During your career, you might work as an employee, an independent contractor, a gig worker or freelancer, or own your own business. When you work as an employee, you must fill out a W-4 so your employer knows how much tax to deduct from your paycheck and send it to local or state governments and the federal government.
If you are self-employed, you fill out a Form W-9 (depending on your relationship with certain clients), which those businesses or individuals use to fill out and submit a 1099 to you and the government. Clients don't take taxes out of what they pay you, but they do report your earnings to the IRS.
Read More: Choosing Head of Household When Filing Your Taxes
What Were Allowances?
Until the new Form W-4 came out, you could claim allowances that helped reduce your taxes. For example, if you were single, you could claim zero or one (for yourself) allowance, depending on whether you wanted to have more or less tax withheld from your paychecks.
You would want more taxes withheld if you had other income coming in and wanted to make sure you paid your taxes on that income in a timely manner. If you waited until April 15 to disclose that income, you might have a penalty for late payment on that income. If you overpaid your taxes, you'd get a refund. You could also claim dependents as allowances, further reducing your tax withholding.
Read More: Form 1040: What You Need to Know
What’s New Since 2020?
One of the main changes to the new W-4 is that you no longer claim allowances. You can still claim dependents, however, explains TurboTax. These include family members for whom you pay more than 50 percent of their expenses.
Divorced parents, though, can't each claim the same children as dependents because only the parent who pays most of their expenses can claim them as dependents. You should visit the IRS website page that explains who qualifies, then claim your dependents in Step 3 of the W-4.

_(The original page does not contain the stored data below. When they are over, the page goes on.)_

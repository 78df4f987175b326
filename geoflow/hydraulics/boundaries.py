"""Boundary conditions of a steady profile and normal depth.

A boundary fixes the water-surface elevation (WSE) at the first section of a march: the most
downstream section for a subcritical run, the most upstream one for a supercritical run.
"""
from __future__ import annotations

from dataclasses import dataclass

import numpy as np

from geoflow.errors import HydraulicsError
from geoflow.hydraulics.geometry import SectionTable, flow_state
from geoflow.hydraulics.roots import bracketed_root

KINDS = ("normal_depth", "stage", "critical", "rating")


@dataclass(frozen=True, eq=False)
class Boundary:
    """One boundary condition; build it with a constructor, e.g. ``Boundary.stage(12.3)``."""

    kind: str
    slope: float | None = None
    wse: np.ndarray | None = None
    rating_discharge: np.ndarray | None = None
    rating_stage: np.ndarray | None = None

    @classmethod
    def normal_depth(cls, slope: float) -> "Boundary":
        """WSE at normal depth for the energy slope ``slope`` (m/m, > 0): Q = K(h) sqrt(S)."""
        s = float(slope)
        if not (np.isfinite(s) and s > 0):
            raise HydraulicsError(f"normal-depth boundary: slope must be > 0 (got {slope!r})")
        return cls("normal_depth", slope=s)

    @classmethod
    def stage(cls, wse) -> "Boundary":
        """A known WSE (m): a scalar, or one value per event for ``solve_events``."""
        w = np.atleast_1d(np.asarray(wse, dtype=float))
        if not np.all(np.isfinite(w)):
            raise HydraulicsError(f"stage boundary: WSE must be finite (got {wse!r})")
        return cls("stage", wse=w)

    @classmethod
    def critical(cls) -> "Boundary":
        """Critical depth (minimum specific energy) at the boundary section."""
        return cls("critical")

    @classmethod
    def rating(cls, discharge, stage) -> "Boundary":
        """A stage-discharge table: WSE interpolated linearly in discharge (ascending)."""
        q = np.asarray(discharge, dtype=float).ravel()
        h = np.asarray(stage, dtype=float).ravel()
        if q.size < 2 or q.size != h.size or not np.all(np.isfinite(q) & np.isfinite(h)):
            raise HydraulicsError("rating boundary: discharge and stage need the same length >= 2 "
                                  "and finite values")
        if np.any(np.diff(q) <= 0):
            raise HydraulicsError("rating boundary: discharge values must increase strictly")
        return cls("rating", rating_discharge=q, rating_stage=h)

    def wse_at(self, table: SectionTable, discharge, critical_wse) -> np.ndarray:
        """Boundary WSE at ``table`` for each discharge (E,); ``critical_wse`` (E,) is used by
        the critical kind. Raises HydraulicsError when the boundary cannot apply."""
        q = np.atleast_1d(np.asarray(discharge, dtype=float))
        if self.kind == "critical":
            return np.array(critical_wse, dtype=float)
        if self.kind == "normal_depth":
            assert self.slope is not None            # set by Boundary.normal_depth
            return normal_wse(table, q, self.slope)
        if self.kind == "stage":
            assert self.wse is not None              # set by Boundary.stage
            if self.wse.size not in (1, q.size):
                raise HydraulicsError(f"stage boundary at section {table.name!r}: give one WSE or "
                                      f"one per event ({q.size}), got {self.wse.size}")
            w = np.broadcast_to(self.wse, q.shape).astype(float)
        else:
            assert self.rating_discharge is not None and self.rating_stage is not None
            lo, hi = self.rating_discharge[0], self.rating_discharge[-1]
            if np.any((q < lo) | (q > hi)):
                raise HydraulicsError(f"rating boundary at section {table.name!r}: discharge "
                                      f"{q.min():g}-{q.max():g} m3/s is outside the table "
                                      f"({lo:g}-{hi:g} m3/s); extend the rating")
            w = np.interp(q, self.rating_discharge, self.rating_stage)
        if np.any(w <= table.thalweg):
            raise HydraulicsError(f"{self.kind} boundary at section {table.name!r}: WSE "
                                  f"{w.min():.3f} m is at or below the thalweg "
                                  f"{table.thalweg:.3f} m; raise the boundary level")
        return w


def normal_wse(table: SectionTable, discharge, slope: float, xtol: float = 1e-9) -> np.ndarray:
    """WSE where Manning's uniform-flow equation Q = K(h) sqrt(S) holds, per discharge (E,).

    K is the total conveyance of the subdivided section; the root is bracketed on the table
    levels (extended upward with walls when needed) and refined by regula falsi."""
    q = np.atleast_1d(np.asarray(discharge, dtype=float))
    root_s = np.sqrt(slope)
    relief = max(table.top - table.thalweg, 1.0)
    far = table.levels[-1] + relief * 2.0 ** np.arange(-3, 20)
    lv = np.concatenate([table.levels, far])
    cap = np.concatenate([table.flow_at_levels[1], flow_state(table, far)[1]]) * root_s
    f = cap[None, :] - q[:, None]
    above = f >= 0
    if not np.all(above[:, -1]):
        raise HydraulicsError(f"section {table.name!r}: no normal depth for {q.max():g} m3/s "
                              f"at slope {slope:g}; check n and the section")
    j = np.maximum(np.argmax(above, axis=1), 1)
    ev = np.arange(q.size)

    def fun(x, idx):
        return flow_state(table, x)[1] * root_s - q[idx]

    x, _ = bracketed_root(fun, lv[j - 1], lv[j], f[ev, j - 1], f[ev, j], xtol=xtol,
                          ftol=1e-9 * q.max())
    return x
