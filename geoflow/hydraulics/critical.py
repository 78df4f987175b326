"""Critical water-surface elevation as the level of minimum specific energy.

Specific energy E(h) = y + alpha(h) Q^2 / (2 g A(h)^2), with y the depth above the thalweg and
alpha the kinetic-energy coefficient of the subdivided section (Chow 1959, Open-Channel
Hydraulics, ch. 3, from memory). For a single-subdivision section the minimum satisfies
Q^2 T / (g A^3) = 1. Compound sections can have several local minima of E; every one found on the
table levels is refined, and the one with the LOWEST specific energy is reported (common
practice, no source). ``minima`` says how many local minima were found. Refinement: on the two
table intervals around a minimum, regula falsi on the analytic dE/dw of the level tables
(``lookup.slopes_in_windows``); sections with a depth law for n use a bounded grid-zooming
search to ``xtol`` instead. All sections of a reach are refined together (``critical_many``).
"""
from __future__ import annotations

from dataclasses import dataclass

import numpy as np

from geoflow.constants import G
from geoflow.errors import HydraulicsError
from geoflow.hydraulics.geometry import SectionTable, flow_state, properties
from geoflow.hydraulics.lookup import flow_in_windows, slopes_in_windows, windows
from geoflow.hydraulics.roots import bracketed_root, zoom_minimum


@dataclass(frozen=True)
class CriticalResult:
    """Critical WSE per discharge (arrays (E,)): wse (m), specific energy (m above the
    thalweg) and the number of local minima of specific energy found."""

    wse: np.ndarray
    specific_energy: np.ndarray
    minima: np.ndarray


def specific_energy(table: SectionTable, wse, discharge, g: float = G):
    """E = (wse - thalweg) + alpha Q^2 / (2 g A^2), m; inf where the section is dry."""
    p = properties(table, wse)
    q = np.broadcast_to(np.asarray(discharge, dtype=float), p.area.shape)
    with np.errstate(divide="ignore"):
        return p.depth + p.alpha * q * q / (2.0 * g * p.area ** 2)


def _far_levels(table: SectionTable, q_max: float, g: float):
    """Levels far above the top (walls): 2^-3 .. 2^12 times the larger of the relief, 1 m and
    the critical depth of a rectangle as wide as the section."""
    width = table.station[-1] - table.station[0]
    scale = max(table.top - table.thalweg, 1.0, (q_max ** 2 / (g * width ** 2)) ** (1 / 3))
    return table.levels[-1] + scale * 2.0 ** np.arange(-3, 13)


def _scan(tables, q, g, evaluator):
    """Scan levels per section (table levels above the thalweg, then far levels), padded to a
    common length by repeating the last level, with A and alpha there (NaN in the padding)."""
    far = np.stack([_far_levels(t, float(q[:, i].max()), g) for i, t in enumerate(tables)])
    sec = np.repeat(np.arange(len(tables)), far.shape[1])
    at = evaluator(sec, far.ravel())
    a_far, alpha_far = (v.reshape(far.shape) for v in at(np.arange(sec.size), far.ravel()))
    keep = [t.levels > t.thalweg for t in tables]
    size = max(int(k.sum()) for k in keep) + far.shape[1]
    lv, area, alpha = (np.full((len(tables), size), np.nan) for _ in range(3))
    for i, (t, k) in enumerate(zip(tables, keep)):
        a_lv, _, al_lv, _ = t.flow_at_levels
        row = np.concatenate([t.levels[k], far[i]])
        lv[i, :row.size], lv[i, row.size:] = row, row[-1]
        area[i, :row.size] = np.concatenate([a_lv[k], a_far[i]])
        alpha[i, :row.size] = np.concatenate([al_lv[k], alpha_far[i]])
    return lv, area, alpha


def _evaluator(tables):
    """``evaluator(sec, lo)`` prepares queries on sections ``sec`` just above levels ``lo``
    and returns ``at(cand, x)`` -> (area, alpha) at points ``x`` of queries ``cand``; every
    point must lie in [lo, the second table level above lo]. Uses windows of the level
    tables (one evaluation for all sections), or ``flow_state`` per section without tables."""
    if any(t.lookup is None for t in tables):
        def by_section(sec, lo):
            def at(cand, x):
                out = [np.empty(x.size) for _ in range(2)]
                for i in np.unique(sec[cand]):
                    m = sec[cand] == i
                    a, _, al, _ = flow_state(tables[i], x[m])
                    out[0][m], out[1][m] = a, al
                return out
            return at
        return by_section
    lookups = [t.lookup for t in tables]

    def in_windows(sec, lo):
        win = windows(lookups, sec, lo)

        def at(cand, x):
            a, _, al = flow_in_windows(win, cand, x)
            return a, al
        setattr(at, "slopes", lambda cand, x: slopes_in_windows(win, cand, x))  # noqa: B010
        return at
    return in_windows


def critical_many(tables, discharge, g: float = G, xtol: float = 1e-4):
    """Critical WSE of N sections for E discharges each, ``discharge`` (E, N) > 0, all refined
    together. Returns (wse, specific energy, minima), arrays (E, N)."""
    q = np.asarray(discharge, dtype=float)
    thalweg = np.array([t.thalweg for t in tables])
    evaluator = _evaluator(tables)
    lv, area, alpha = _scan(tables, q, g, evaluator)
    e_n, n = q.shape
    sec = np.tile(np.arange(n), e_n)           # row r = event * N + section
    qr = q.ravel()
    with np.errstate(divide="ignore", invalid="ignore"):
        e = (lv - thalweg[:, None])[sec] + alpha[sec] * qr[:, None] ** 2 / (2.0 * g * area[sec] ** 2)
    e[np.isnan(e)] = np.inf
    x, ex, rows = _refine(e, lv, area, thalweg, sec, qr, g, xtol, evaluator)
    wse, energy, minima = _select(x, ex, rows, qr.size)
    return wse.reshape(e_n, n), energy.reshape(e_n, n), minima.reshape(e_n, n)


def _refine(e, lv, area, thalweg, sec, qr, g, xtol, evaluator):
    """Refine the local minima of the scanned energies ``e`` (rows, levels) on the two scan
    intervals [lo, hi] around each (slope root search, or zooming without level tables). A minimum is left unrefined (at its scan level)
    when it cannot hold the row's lowest energy: on [lo, hi] E >= (lo - thalweg) +
    Q^2 / (2 g A(hi)^2), since alpha >= 1 (Cauchy-Schwarz) and A grows with the level; when
    that bound exceeds the row's lowest scanned E, refining cannot make it the critical one."""
    pad = np.full((e.shape[0], 1), np.inf)
    ep = np.hstack([pad, e, pad])
    is_min = (ep[:, 1:-1] <= ep[:, :-2]) & (ep[:, 1:-1] < ep[:, 2:])
    is_min[np.arange(e.shape[0]), np.argmin(e, axis=1)] = True  # the grid minimum always counts
    rows, j = np.nonzero(is_min)
    s = sec[rows]
    lv_pad = np.hstack([thalweg[:, None], lv, lv[:, -1:]])
    lo, hi = lv_pad[s, j], lv_pad[s, j + 2]
    a_hi = np.hstack([np.zeros((lv.shape[0], 1)), area, area[:, -1:]])[s, j + 2]
    with np.errstate(divide="ignore"):
        bound = (lo - thalweg[s]) + (1.0 - 1e-9) * qr[rows] ** 2 / (2.0 * g * a_hi ** 2)
    e_grid = e[rows, j]
    x, ex = lv[s, j], e_grid.copy()
    live = np.flatnonzero(~(bound > np.min(e, axis=1)[rows]))
    rows_all, lo, hi = rows, lo[live], hi[live]
    rows, s = rows[live], s[live]
    at = evaluator(s, lo)

    def fun(x, cand):
        a, al = at(cand, x)
        qq = qr[rows[cand]]
        with np.errstate(divide="ignore", invalid="ignore"):
            return (x - thalweg[s[cand]]) + al * qq * qq / (2.0 * g * a * a)

    if hasattr(at, "slopes"):
        xz, ez = _slope_minimum(at, fun, lo, lv[s, j[live]], hi, qr[rows], g)
    else:
        xz, ez = zoom_minimum(fun, lo, hi, xtol=xtol, points=25)
    better = ez <= e_grid[live]
    x[live[better]], ex[live[better]] = xz[better], ez[better]
    return x, ex, rows_all


def _slope_minimum(at, energy, lo, mid, hi, q, g):
    """Minimum of E on each (lo, hi], which holds one table level ``mid``: on each side of it
    (where E is smooth) the point where dE/dw changes sign from - to + is found by regula
    falsi on dE/dw = 1 + Q^2/(2g) (alpha'/A^2 - 2 alpha T/A^3) (differentiating
    E = y + alpha Q^2/(2 g A^2), with dA/dw = T and alpha' from ``lookup.slopes_in_windows``);
    where dE/dw keeps one sign the end where E is lower is taken. Returns (x, E(x))."""
    n = lo.size
    head = np.tile(q * q / (2.0 * g), 2)
    cand = np.tile(np.arange(n), 2)

    def slope(x, idx):
        a, al, t, dal = at.slopes(cand[idx], x)
        with np.errstate(divide="ignore", invalid="ignore"):
            f = 1.0 + head[idx] * (dal / (a * a) - 2.0 * al * t / a ** 3)
        return np.where(np.isnan(f), -1.0, f)  # dry: E falls from +inf

    left, right = np.concatenate([lo, np.maximum(mid, lo)]), np.concatenate([mid, hi])
    idx = np.arange(2 * n)
    a = left + 1e-9 * (right - left)
    fa, fb = slope(a, idx), slope(right, idx)
    x = np.where(fb <= 0, right, a)
    k = np.flatnonzero((fa < 0) & (fb > 0))
    if k.size:
        x[k] = bracketed_root(lambda xx, sub: slope(xx, k[sub]), a[k], right[k], fa[k], fb[k],
                              xtol=1e-10, ftol=1e-12)[0]
    e = energy(x, cand)
    first = ~(e[n:] < e[:n])
    return np.where(first, x[:n], x[n:]), np.where(first, e[:n], e[n:])


def _select(x, ex, rows, nrows):
    """Per row: the refined minimum of lowest energy, and the count of distinct minima."""
    by_x = np.lexsort((x, rows))
    distinct = np.concatenate([[True], (rows[by_x][1:] != rows[by_x][:-1])
                               | (np.diff(x[by_x]) > 1e-4)])
    order = np.lexsort((ex, rows))
    r_s = rows[order]
    pick = order[np.concatenate([[True], r_s[1:] != r_s[:-1]])]
    return x[pick], ex[pick], np.bincount(rows[by_x][distinct], minlength=nrows)


def critical_wse(table: SectionTable, discharge, g: float = G, xtol: float = 1e-4) -> CriticalResult:
    """Critical WSE of ``table`` for each discharge in ``discharge`` (scalar or (E,), > 0)."""
    q = np.atleast_1d(np.asarray(discharge, dtype=float))
    if not np.all(np.isfinite(q) & (q > 0)):
        raise HydraulicsError(f"section {table.name!r}: discharge must be finite and > 0 "
                              "to find critical depth")
    wse, energy, minima = critical_many([table], q[:, None], g, xtol)
    return CriticalResult(wse=wse[:, 0], specific_energy=energy[:, 0], minima=minima[:, 0])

The W-4 has changed in other ways, too. For example, in Step 2 of the form, you declare income from a second job, or if you have a spouse with a job who is filing jointly with you. You can use the IRS Tax Withholding Estimator for help finding your withholding levels.
You don't need to fill out a new W-4 if your life situation hasn't changed your filing status and dependents (for example, you married or divorced, had children, took in a dependent parent or minor children aged out).